The creditworthiness index is used to assess the creditworthiness of individuals or companies. It is calculated on the basis of various factors and is intended to provide a forecast of how likely a natural or legal person is to repay a loan on time and to the full amount. This is to provide a potential contracting partner with an exact idea of possible risks before concluding a contract. As a result, the creditworthiness index or score plays an important role in active risk management. Moreover, the creditworthiness index enables a company to take a sound decision on whether and at which conditions it wishes to establish a business relationship with the person assessed.

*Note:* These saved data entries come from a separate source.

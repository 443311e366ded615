/** The verdict mark: a shape and a word, so it reads without colour too. */
export type VerdictKind = 'keep' | 'drop' | 'undecided' | 'required' | 'notNeeded';

const WORD: Record<VerdictKind, string> = {
  keep: 'Keep',
  drop: 'Drop',
  undecided: 'Undecided',
  required: 'Required',
  notNeeded: 'Not needed',
};

export function VerdictMark(props: { verdict: string; large?: boolean }) {
  const v = (props.verdict in WORD ? props.verdict : 'undecided') as VerdictKind;
  const s = props.large ? 22 : 14;
  return (
    <span className={`verdict verdict-${v} ${props.large ? 'large' : ''}`} data-verdict={v}>
      <svg width={s} height={s} viewBox="0 0 16 16" aria-hidden="true">
        {v === 'keep' && <rect x="2" y="2" width="12" height="12" rx="2" className="vm-fill" />}
        {v === 'drop' && <rect x="2.5" y="2.5" width="11" height="11" rx="2" className="vm-line" />}
        {v === 'undecided' && (
          <>
            <rect x="2.5" y="2.5" width="11" height="11" rx="2" className="vm-line" />
            <path d="M2.5 13.5 L13.5 2.5 L13.5 13.5 Z" className="vm-fill" />
          </>
        )}
        {v === 'required' && <path d="M8 1.5 L14.5 8 L8 14.5 L1.5 8 Z" className="vm-fill" />}
        {v === 'notNeeded' && <path d="M3 8 H13" className="vm-line" strokeWidth="2.5" />}
      </svg>
      {WORD[v]}
    </span>
  );
}
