/** A paste-or-import box for CSV: the text stays in the box when it cannot be read, with the reason beside it. */
import { useId, useState } from 'react';
import { CsvError, parseCsv, type CsvTable } from './csv.ts';
import { errorText, useApp } from '../state/appContext.ts';

export function CsvPaste(props: {
  title: string;
  hint: string;
  /** Applies the table; returns an error message when its shape does not fit. */
  apply(t: CsvTable): string | null;
}) {
  const { platform } = useApp();
  const [open, setOpen] = useState(false);
  const [text, setText] = useState('');
  const [error, setError] = useState<string | null>(null);
  const id = useId();
  const run = (t: string): void => {
    try {
      const table = parseCsv(t);
      const why = props.apply(table);
      if (why) setError(why);
      else {
        setError(null);
        setText('');
        setOpen(false);
      }
    } catch (e) {
      setError(e instanceof CsvError ? `Could not read the table: ${e.message}` : errorText(e));
    }
  };
  if (!open)
    return (
      <button className="small" onClick={() => setOpen(true)}>
        Paste or import CSV…
      </button>
    );
  return (
    <div className={`csv-box ${error ? 'has-error' : ''}`}>
      <label htmlFor={id}>{props.title}</label>
      <p className="hint">{props.hint}</p>
      <textarea
        id={id}
        className="mono"
        rows={6}
        value={text}
        onChange={(e) => setText(e.target.value)}
        aria-invalid={error !== null}
      />
      {error && (
        <div className="msg-error" role="alert">
          {error}
        </div>
      )}
      <div className="button-row">
        <button className="small primary" onClick={() => run(text)} disabled={text.trim() === ''}>
          Apply
        </button>
        <button
          className="small"
          onClick={async () => {
            try {
              const f = await platform.pickFile('csv');
              if (f) {
                setText(f.text);
                run(f.text);
              }
            } catch (e) {
              setError(errorText(e));
            }
          }}
        >
          Import file…
        </button>
        <button className="small" onClick={() => setOpen(false)}>
          Close
        </button>
      </div>
    </div>
  );
}
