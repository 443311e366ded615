/**
 * Small SVG charts drawn by hand (no chart library): lines with optional markers, and intervals
 * around a value with a shaded materiality band. Both scale to their container's width.
 */
import { useId } from 'react';
import { num } from './format.ts';

export interface LineSeries {
  name: string;
  points: { x: number; y: number }[];
  /** Solid line, dashed line, or markers only. */
  style?: 'line' | 'dashed' | 'markers';
  /** Index into the chart palette. */
  tone?: number;
}

/** Palette of series (distinct in lightness too, so lines stay apart in grey print). */
const TONES = ['#1f4e79', '#c2562b', '#4b7d3a', '#7a4f9a', '#8c6d1f', '#2f7f86', '#9b3b5a'];

function niceTicks(lo: number, hi: number, n = 5): number[] {
  if (!(hi > lo)) {
    const d = Math.abs(lo) > 0 ? Math.abs(lo) * 0.1 : 1;
    lo -= d;
    hi += d;
  }
  const step0 = (hi - lo) / n;
  const mag = Math.pow(10, Math.floor(Math.log10(step0)));
  const step = [1, 2, 2.5, 5, 10].map((m) => m * mag).find((s) => s >= step0) ?? step0;
  const out: number[] = [];
  for (let v = Math.ceil(lo / step) * step; v <= hi + step * 1e-9; v += step)
    out.push(Number(v.toPrecision(12)));
  return out;
}

/** Tick labels with as many decimals as the tick step needs, so neighbouring ticks never print alike. */
function stepFormat(ticks: number[]): (v: number) => string {
  const step = ticks.length > 1 ? Math.abs(ticks[1]! - ticks[0]!) : 1;
  const decimals = Math.max(0, Math.min(10, -Math.floor(Math.log10(step || 1) + 1e-9)));
  const big = Math.max(...ticks.map(Math.abs)) >= 1e6 && step >= 1;
  return (v: number) =>
    big
      ? num(v, Math.max(3, Math.ceil(Math.log10(Math.abs(v) || 1) - Math.log10(step)) + 1))
      : v.toFixed(decimals).replace('-', '−');
}

function extent(values: number[]): [number, number] {
  let lo = Infinity;
  let hi = -Infinity;
  for (const v of values)
    if (Number.isFinite(v)) {
      lo = Math.min(lo, v);
      hi = Math.max(hi, v);
    }
  if (lo === Infinity) return [0, 1];
  if (lo === hi) return [lo - (Math.abs(lo) || 1) * 0.05, hi + (Math.abs(hi) || 1) * 0.05];
  const pad = (hi - lo) * 0.06;
  return [lo - pad, hi + pad];
}

/** A line chart with axes, ticks and a legend. `yFormat` formats tick labels. */
/**
 * The two axis lines of a plot area and their labels (x below, y rotated on the left), shared by the charts.
 * `margin` is the plot area's distance from each edge of the `width` × `height` drawing.
 */
export function AxisFrame(props: {
  width: number;
  height: number;
  margin: { l: number; r: number; t: number; b: number };
  xLabel: string;
  yLabel: string;
  /** x of the rotated y label's centre (default 12). */
  yLabelX?: number;
}) {
  const { width: W, height: H, margin: m } = props;
  const yx = props.yLabelX ?? 12;
  const midY = (m.t + H - m.b) / 2;
  return (
    <>
      <line x1={m.l} x2={W - m.r} y1={H - m.b} y2={H - m.b} className="axis" />
      <line x1={m.l} x2={m.l} y1={m.t} y2={H - m.b} className="axis" />
      <text x={(m.l + W - m.r) / 2} y={H - 6} textAnchor="middle" className="axis-label">
        {props.xLabel}
      </text>
      <text
        x={yx}
        y={midY}
        textAnchor="middle"
        className="axis-label"
        transform={`rotate(-90 ${yx} ${midY})`}
      >
        {props.yLabel}
      </text>
    </>
  );
}

export function LineChart(props: {
  title: string;
  series: LineSeries[];
  xLabel: string;
  yLabel: string;
  yFormat?: (v: number) => string;
  xFormat?: (v: number) => string;
  height?: number;
  logX?: boolean;
  /** What to say when no series has a point (default: no data to plot for the title). */
  empty?: string;
}) {
  const id = useId();
  const W = 560;
  const H = props.height ?? 240;
  const m = { l: 58, r: 12, t: 12, b: 40 };
  const pts = props.series.flatMap((s) => s.points);
  const tx = (x: number): number => (props.logX ? Math.log(Math.max(x, 1e-9)) : x);
  const [x0, x1] = extent(pts.map((p) => tx(p.x)));
  const [y0, y1] = extent(pts.map((p) => p.y));
  const sx = (x: number): number => m.l + ((tx(x) - x0) / (x1 - x0)) * (W - m.l - m.r);
  const sy = (y: number): number => H - m.b - ((y - y0) / (y1 - y0)) * (H - m.t - m.b);
  const yf = props.yFormat ?? stepFormat(niceTicks(y0, y1));
  const xTicks = props.logX ? niceTicks(Math.exp(x0), Math.exp(x1)).filter((v) => v > 0) : niceTicks(x0, x1);
  const xf = props.xFormat ?? stepFormat(xTicks);
  if (pts.length === 0)
    return <p className="empty">{props.empty ?? `No data to plot for “${props.title}”.`}</p>;
  return (
    <figure className="chart">
      <svg viewBox={`0 0 ${W} ${H}`} role="img" aria-labelledby={id}>
        <title id={id}>{props.title}</title>
        {niceTicks(y0, y1).map((v) => (
          <g key={`y${v}`}>
            <line x1={m.l} x2={W - m.r} y1={sy(v)} y2={sy(v)} className="grid" />
            <text x={m.l - 6} y={sy(v) + 4} textAnchor="end" className="tick">
              {yf(v)}
            </text>
          </g>
        ))}
        {xTicks.map((v) => (
          <text key={`x${v}`} x={sx(v)} y={H - m.b + 16} textAnchor="middle" className="tick">
            {xf(v)}
          </text>
        ))}
        <AxisFrame width={W} height={H} margin={m} xLabel={props.xLabel} yLabel={props.yLabel} />
        {props.series.map((s, i) => {
          const colour = TONES[(s.tone ?? i) % TONES.length];
          const sorted = [...s.points].filter((p) => Number.isFinite(p.y)).sort((a, b) => a.x - b.x);
          const d = sorted
            .map((p, k) => `${k === 0 ? 'M' : 'L'}${sx(p.x).toFixed(1)},${sy(p.y).toFixed(1)}`)
            .join('');
          return (
            <g key={s.name}>
              {s.style !== 'markers' && (
                <path
                  d={d}
                  fill="none"
                  stroke={colour}
                  strokeWidth={2}
                  strokeDasharray={s.style === 'dashed' ? '6 4' : undefined}
                />
              )}
              {(s.style === 'markers' || sorted.length < 12) &&
                sorted.map((p, k) =>
                  s.style === 'markers' ? (
                    <rect
                      key={k}
                      x={sx(p.x) - 3.5}
                      y={sy(p.y) - 3.5}
                      width={7}
                      height={7}
                      fill="none"
                      stroke={colour}
                      strokeWidth={1.6}
                    />
                  ) : (
                    <circle key={k} cx={sx(p.x)} cy={sy(p.y)} r={2.6} fill={colour} />
                  ),
                )}
            </g>
          );
        })}
      </svg>
      <figcaption>
        <span className="chart-title">{props.title}</span>
        {props.series.map((s, i) => (
          <span key={s.name} className="legend-item">
            <svg width="22" height="10" aria-hidden="true">
              {s.style === 'markers' ? (
                <rect
                  x="7"
                  y="1"
                  width="8"
                  height="8"
                  fill="none"
                  stroke={TONES[(s.tone ?? i) % TONES.length]}
                  strokeWidth="1.6"
                />
              ) : (
                <line
                  x1="0"
                  x2="22"
                  y1="5"
                  y2="5"
                  stroke={TONES[(s.tone ?? i) % TONES.length]}
                  strokeWidth="2"
                  strokeDasharray={s.style === 'dashed' ? '5 3' : undefined}
                />
              )}
            </svg>
            {s.name}
          </span>
        ))}
      </figcaption>
    </figure>
  );
}

export interface IntervalRow {
  label: string;
  value: number;
  /** Half-width of the interval (e.g. z·SE). */
  half: number;
  /** Extra budget added to both sides, drawn lighter. */
  budget?: number;
  tone?: 'keep' | 'drop' | 'undecided' | 'neutral';
}

/** Horizontal intervals around values, with the ±τ materiality band shaded. */
export function IntervalChart(props: {
  title: string;
  rows: IntervalRow[];
  tau?: number;
  unit: string;
  /** What to say when there are no rows (default: nothing to show for the title). */
  empty?: string;
}) {
  const id = useId();
  const W = 560;
  const rowH = 30;
  const m = { l: 150, r: 16, t: 10, b: 34 };
  const H = m.t + m.b + rowH * Math.max(1, props.rows.length);
  const tau = props.tau ?? 0;
  const span =
    Math.max(tau * 1.3, ...props.rows.map((r) => Math.abs(r.value) + r.half + (r.budget ?? 0))) || 1;
  const sx = (v: number): number => m.l + ((v + span) / (2 * span)) * (W - m.l - m.r);
  if (props.rows.length === 0)
    return <p className="empty">{props.empty ?? `Nothing to show for “${props.title}”.`}</p>;
  return (
    <figure className="chart">
      <svg viewBox={`0 0 ${W} ${H}`} role="img" aria-labelledby={id}>
        <title id={id}>{props.title}</title>
        {tau > 0 && (
          <rect x={sx(-tau)} y={m.t} width={sx(tau) - sx(-tau)} height={H - m.t - m.b} className="band" />
        )}
        <line x1={sx(0)} x2={sx(0)} y1={m.t} y2={H - m.b} className="axis" />
        {niceTicks(-span, span, 6).map((v) => (
          <text key={v} x={sx(v)} y={H - m.b + 16} textAnchor="middle" className="tick">
            {num(v, 3)}
          </text>
        ))}
        <text x={(m.l + W - m.r) / 2} y={H - 4} textAnchor="middle" className="axis-label">
          {props.unit}
          {tau > 0 ? ` (shaded: ±τ = ±${num(tau, 3)})` : ''}
        </text>
        {props.rows.map((r, i) => {
          const y = m.t + rowH * i + rowH / 2;
          const b = r.budget ?? 0;
          return (
            <g key={r.label} className={`iv iv-${r.tone ?? 'neutral'}`}>
              <text x={m.l - 8} y={y + 4} textAnchor="end" className="row-label">
                {r.label}
              </text>
              {b > 0 && (
                <line
                  x1={sx(r.value - r.half - b)}
                  x2={sx(r.value + r.half + b)}
                  y1={y}
                  y2={y}
                  className="iv-budget"
                />
              )}
              <line x1={sx(r.value - r.half)} x2={sx(r.value + r.half)} y1={y} y2={y} className="iv-ci" />
              <line
                x1={sx(r.value - r.half)}
                x2={sx(r.value - r.half)}
                y1={y - 6}
                y2={y + 6}
                className="iv-ci"
              />
              <line
                x1={sx(r.value + r.half)}
                x2={sx(r.value + r.half)}
                y1={y - 6}
                y2={y + 6}
                className="iv-ci"
              />
              <circle cx={sx(r.value)} cy={y} r={4.5} className="iv-dot" />
            </g>
          );
        })}
      </svg>
      <figcaption>
        <span className="chart-title">{props.title}</span>
        <span className="legend-item">dot: estimate · bar: ± z·SE · thin extension: error budget b</span>
      </figcaption>
    </figure>
  );
}
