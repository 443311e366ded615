import { describe, expect, it } from 'vitest';
import { fitFromStarts, fitLeastSquares } from '../../../src/engine/calibration/levenbergMarquardt.ts';

// NIST Statistical Reference Datasets, nonlinear regression, "Misra1a" (Misra 1978, lower difficulty):
// y = b1 (1 − exp(−b2 x)); data and certified values from https://www.itl.nist.gov/div898/strd/nls/data/misra1a.shtml
// (certified b1 = 2.3894212918E+02 ± 2.7070075241E+00, b2 = 5.5015643181E-04 ± 7.2668688436E-06,
// residual standard deviation 1.0187876330E-01; starts 1: (500, 1e-4), 2: (250, 5e-4)).
const MISRA_X = [
  77.6, 114.9, 141.1, 190.8, 239.9, 289.0, 332.8, 378.4, 434.8, 477.3, 536.8, 593.1, 689.1, 760.0,
];
const MISRA_Y = [
  10.07, 14.73, 17.94, 23.93, 29.61, 35.18, 40.02, 44.82, 50.76, 55.05, 61.01, 66.4, 75.47, 81.78,
];
const misra = (b1: number, b2: number) => MISRA_X.map((x, i) => b1 * (1 - Math.exp(-b2 * x)) - MISRA_Y[i]!);

describe('Levenberg–Marquardt wrapper', () => {
  for (const [start, b1, b2] of [
    ['NIST start 1', 500, 1e-4],
    ['NIST start 2', 250, 5e-4],
  ] as const) {
    it(`reproduces the NIST Misra1a certified estimates and standard errors from ${start}`, () => {
      const r = fitLeastSquares({
        parameters: [
          { name: 'b1', initial: b1 },
          { name: 'b2', initial: b2 },
        ],
        residuals: (p) => misra(p.b1!, p.b2!),
      });
      const info = JSON.stringify({ start, params: r.parameters, se: r.standardErrors, stop: r.stopReason });
      expect(r.converged, info).toBe(true);
      // NIST certifies 11 digits; tolerance 1e-7 relative on estimates, 1e-4 on the standard errors
      // (forward-difference Jacobian).
      expect(Math.abs(r.parameters.b1! / 2.3894212918e2 - 1), info).toBeLessThan(1e-7);
      expect(Math.abs(r.parameters.b2! / 5.5015643181e-4 - 1), info).toBeLessThan(1e-7);
      expect(Math.abs(r.standardErrors.b1! / 2.7070075241 - 1), info).toBeLessThan(1e-4);
      expect(Math.abs(r.standardErrors.b2! / 7.2668688436e-6 - 1), info).toBeLessThan(1e-4);
      const rsd = Math.sqrt(r.residuals.reduce((s, x) => s + x * x, 0) / (14 - 2));
      expect(Math.abs(rsd / 1.018787633e-1 - 1), info).toBeLessThan(1e-7);
      expect(r.conditionNumber).toBeGreaterThan(1);
    });
  }

  it('uses an analytic Jacobian when the instruments give one, to the same certified Misra1a estimates', () => {
    // NIST Misra1a as above; ∂r/∂b1 = 1 − e^{−b2 x}, ∂r/∂b2 = b1 x e^{−b2 x}.
    const fd = fitLeastSquares({
      parameters: [
        { name: 'b1', initial: 500 },
        { name: 'b2', initial: 1e-4 },
      ],
      residuals: (p) => misra(p.b1!, p.b2!),
    });
    const an = fitLeastSquares({
      parameters: [
        { name: 'b1', initial: 500 },
        { name: 'b2', initial: 1e-4 },
      ],
      residuals: (p) => misra(p.b1!, p.b2!),
      jacobian: (p) => MISRA_X.map((x) => [1 - Math.exp(-p.b2! * x), p.b1! * x * Math.exp(-p.b2! * x)]),
    });
    expect(an.converged).toBe(true);
    expect(Math.abs(an.parameters.b1! / 2.3894212918e2 - 1)).toBeLessThan(1e-7);
    expect(Math.abs(an.parameters.b2! / 5.5015643181e-4 - 1)).toBeLessThan(1e-7);
    expect(an.evaluations).toBeLessThan(fd.evaluations);
  });

  it('finds the Rosenbrock minimum (1, 1) written as least squares r = (10(y − x²), 1 − x)', () => {
    // H.H. Rosenbrock, "An automatic method for finding the greatest or least value of a function", Computer J. 3,
    // 1960; least-squares form as in Madsen, Nielsen & Tingleff (2004), Example 3.13 (start (−1.2, 1)).
    const r = fitLeastSquares({
      parameters: [
        { name: 'x', initial: -1.2 },
        { name: 'y', initial: 1 },
      ],
      residuals: (p) => [10 * (p.y! - p.x! ** 2), 1 - p.x!],
    });
    expect(r.converged).toBe(true);
    expect(Math.abs(r.parameters.x! - 1)).toBeLessThan(1e-8);
    expect(Math.abs(r.parameters.y! - 1)).toBeLessThan(1e-8);
  });

  it('keeps parameters inside their bounds and stops at the bound when the optimum lies outside', () => {
    // Unconstrained optimum of Σ(b − 3)² is 3 (common practice); with b ≤ 2 the best feasible point is the bound.
    const r = fitLeastSquares({
      parameters: [{ name: 'b', initial: 1, lower: 0, upper: 2 }],
      residuals: (p) => [p.b! - 3, 2 * (p.b! - 3)],
    });
    expect(r.parameters.b!).toBeLessThanOrEqual(2);
    expect(2 - r.parameters.b!).toBeLessThan(1e-3);
  });

  it('holds fixed parameters and reports named constraints without imposing them', () => {
    const r = fitLeastSquares({
      parameters: [
        { name: 'b1', initial: 240 },
        { name: 'b2', initial: 5.5e-4, fixed: true },
      ],
      residuals: (p) => misra(p.b1!, p.b2!),
      constraints: [{ name: 'b1 ≤ 100', mode: 'report', g: (p) => 100 - p.b1! }],
    });
    expect(r.parameters.b2).toBe(5.5e-4);
    expect(r.standardErrors.b2).toBeUndefined();
    expect(r.constraints[0]).toMatchObject({ name: 'b1 ≤ 100', satisfied: false, mode: 'report' });
  });

  it('flags a fit stopped by the evaluation budget as not converged, with a warning', () => {
    const r = fitLeastSquares(
      {
        parameters: [
          { name: 'b1', initial: 500 },
          { name: 'b2', initial: 1e-4 },
        ],
        residuals: (p) => misra(p.b1!, p.b2!),
      },
      { maxEvaluations: 4 },
    );
    expect(r.converged).toBe(false);
    expect(r.stopReason).toBe('max-evaluations');
    expect(r.warnings.map((w) => w.code)).toContain('W_FIT_NOT_CONVERGED');
  });

  it('reports non-finite residuals at the start instead of returning a fit', () => {
    const r = fitLeastSquares({
      parameters: [{ name: 'b', initial: -1 }],
      residuals: (p) => [Math.sqrt(p.b!)],
    });
    expect(r.converged).toBe(false);
    expect(r.stopReason).toBe('non-finite');
  });
});

describe('Broyden updates and the multi-start rule', () => {
  const misraJac = (p: Readonly<Record<string, number>>) =>
    MISRA_X.map((x) => [1 - Math.exp(-p.b2! * x), p.b1! * x * Math.exp(-p.b2! * x)]);

  for (const [start, b1, b2] of [
    ['NIST start 1', 500, 1e-4],
    ['NIST start 2', 250, 5e-4],
  ] as const)
    it(`with Broyden updates reaches the certified Misra1a estimates and standard errors from ${start}`, () => {
      // NIST StRD Misra1a as above (certified values in the header comment).
      let jacobianCalls = 0;
      const r = fitLeastSquares(
        {
          parameters: [
            { name: 'b1', initial: b1 },
            { name: 'b2', initial: b2 },
          ],
          residuals: (p) => misra(p.b1!, p.b2!),
          jacobian: (p) => {
            jacobianCalls++;
            return misraJac(p);
          },
        },
        { jacobianUpdate: 'broyden' },
      );
      const info = JSON.stringify({
        params: r.parameters,
        se: r.standardErrors,
        stop: r.stopReason,
        jacobianCalls,
      });
      expect(r.converged, info).toBe(true);
      expect(Math.abs(r.parameters.b1! / 2.3894212918e2 - 1), info).toBeLessThan(1e-7);
      expect(Math.abs(r.parameters.b2! / 5.5015643181e-4 - 1), info).toBeLessThan(1e-7);
      // Standard errors from the analytic Jacobian at the solution: 1e-6 relative.
      expect(Math.abs(r.standardErrors.b1! / 2.7070075241 - 1), info).toBeLessThan(1e-6);
      expect(Math.abs(r.standardErrors.b2! / 7.2668688436e-6 - 1), info).toBeLessThan(1e-6);
      // Fewer full Jacobians than iterations: the secant updates stood in for some.
      expect(r.jacobians, info).toBeLessThan(r.iterations + 1);
      expect(r.jacobians + 1, info).toBe(jacobianCalls);
    });

  it('with Broyden updates finds the Rosenbrock minimum (1, 1) from (−1.2, 1)', () => {
    // Rosenbrock (1960) in the least-squares form of Madsen, Nielsen & Tingleff (2004), Example 3.13.
    const r = fitLeastSquares(
      {
        parameters: [
          { name: 'x', initial: -1.2 },
          { name: 'y', initial: 1 },
        ],
        residuals: (p) => [10 * (p.y! - p.x! * p.x!), 1 - p.x!],
        jacobian: (p) => [
          [-20 * p.x!, 10],
          [-1, 0],
        ],
      },
      { jacobianUpdate: 'broyden' },
    );
    const info = JSON.stringify(r.parameters);
    expect(r.converged, info).toBe(true);
    expect(Math.abs(r.parameters.x! - 1), info).toBeLessThan(1e-8);
    expect(Math.abs(r.parameters.y! - 1), info).toBeLessThan(1e-8);
  });

  /**
   * A constructed least-squares problem with two minima: r(x) = (x² − 1, ½(x − 1)), cost (x² − 1)² + ¼(x − 1)², global
   * minimum 0 at x = 1 and a local one near x = −0.85 (cost ≈ 0.93, RMSE ≈ 0.68): calculus, constructed here.
   */
  const twoMinima = (x0: number) =>
    fitLeastSquares({
      parameters: [{ name: 'x', initial: x0 }],
      residuals: (p) => [p.x! * p.x! - 1, 0.5 * (p.x! - 1)],
    });

  it('keeps searching after a start caught in a poorer local minimum (constructed two-minimum case)', () => {
    const m = fitFromStarts([-2, 2, 3], twoMinima, 0.01);
    const info = JSON.stringify(
      m.runs.map((r) => ({ start: r.start, x: r.fit.parameters.x, rmse: r.fit.rmse })),
    );
    expect(m.runs[0]!.fit.parameters.x!, info).toBeLessThan(0);
    expect(m.runs[0]!.fit.rmse, info).toBeGreaterThan(0.5);
    // The second start reaches the global minimum within the good-fit level and the third is skipped.
    expect(m.runs.length, info).toBe(2);
    expect(Math.abs(m.runs[1]!.fit.parameters.x! - 1), info).toBeLessThan(1e-8);
    expect(m.skipped).toEqual([3]);
  });

  it('stops after a first start at the global minimum, and runs every start at goodRmse 0', () => {
    const early = fitFromStarts([2, -2], twoMinima, 0.01);
    expect(early.runs.length).toBe(1);
    expect(early.skipped).toEqual([-2]);
    expect(Math.abs(early.runs[0]!.fit.parameters.x! - 1)).toBeLessThan(1e-8);
    const all = fitFromStarts([2, -2], twoMinima, 0);
    expect(all.runs.length).toBe(2);
    expect(all.skipped).toEqual([]);
  });
});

Various factors and weights play a role for the creditworthiness index - depending on who calculates it. Different service providers and credit agencies offer a creditworthiness index, which they calculate based on their own methods and data. Moreover, for some business models, the factors are weighted differently. Therefore, a given individual's creditworthiness index for a bank loan is usually not the same as for the conclusion of an insurance.
In the case of companies, equity, liquidity and payment discipline are of particular interest in calculating the creditworthiness index. In the case of private individuals, a meaningful creditworthiness index first and foremost needs to be based on comprehensive information on the person's income and expenses. In applying for a bank loan, the customers have to prove this on the basis of proof of income and tax assessments. Moreover, loan liabilities and the payment discipline so far also play a role. Credit agencies collect information on this through companies reporting to them under a contract. Negative characteristics, in particular, have an impact on the creditworthiness index. This includes entries in the record of debtors at the respective local court, enforcement orders or judicial warrants to obtain a statement on the debtor's financial situation.
Moreover, statistical values also play a role in credit scoring. This can include both the debtor's residential situation and his/her age.
The data and information available to the credit agency are converted into numerical values and weighted using a scoring procedure. This procedure is based on a mathematical model, and it results in the creditworthiness index: a numerical value along a scale. Usually, a higher creditworthiness index corresponds to a low likelihood of default and should, therefore, be aimed at. Accordingly, a full score means that it is very unlikely that this person might default on his/her obligations. In contrast to this, a low value means that a transaction with this customer might involve high risks.
The creditworthiness index is designed to identify business relationships involving risks early on and, where necessary, to avoid them. Credit transactions and their risks do not only concern banks and financial institutions - every company that performs in advance and is only paid later also runs the risk of a credit default. This can concern a telecommunications company that is only paid after it has provided a mobile phone and after its mobile phone network has been used. Moreover, it can also concern a mail-order company whose invoice the customer pays after he/she has received the goods. Such day-to-day credit transactions entitle companies to obtain information about their customers' creditworthiness.
A low creditworthiness index means that the person concerned has a low credit rating and is not creditworthy or only has limited creditworthiness. If you have a low rating, you might have to face negative consequences: Your overdraft facility might be terminated and, under certain circumstances, you might not be able to open a bank account. Moreover, you might not be able to conclude rental, mobile phone or leasing agreements. In addition, loans can be subject to a higher interest because the bank justifiably wants to cover the risk of a loan default.
So, if you show poor payment discipline and have perhaps even received an enforcement order, you have to be aware that the business world will know of this. If you have doubts in this respect, you can request your current creditworthiness index from arvato Financial Solutions (of infoscore Consumer Data GmbH). The legislator grants every consumer the option of obtaining a self-report. This informs you of the data saved regarding you and of the creditworthiness index that might be transmitted to inquiring companies. In accordance with the Federal Data Protection Act (BDSG), one self-report per year is provided free.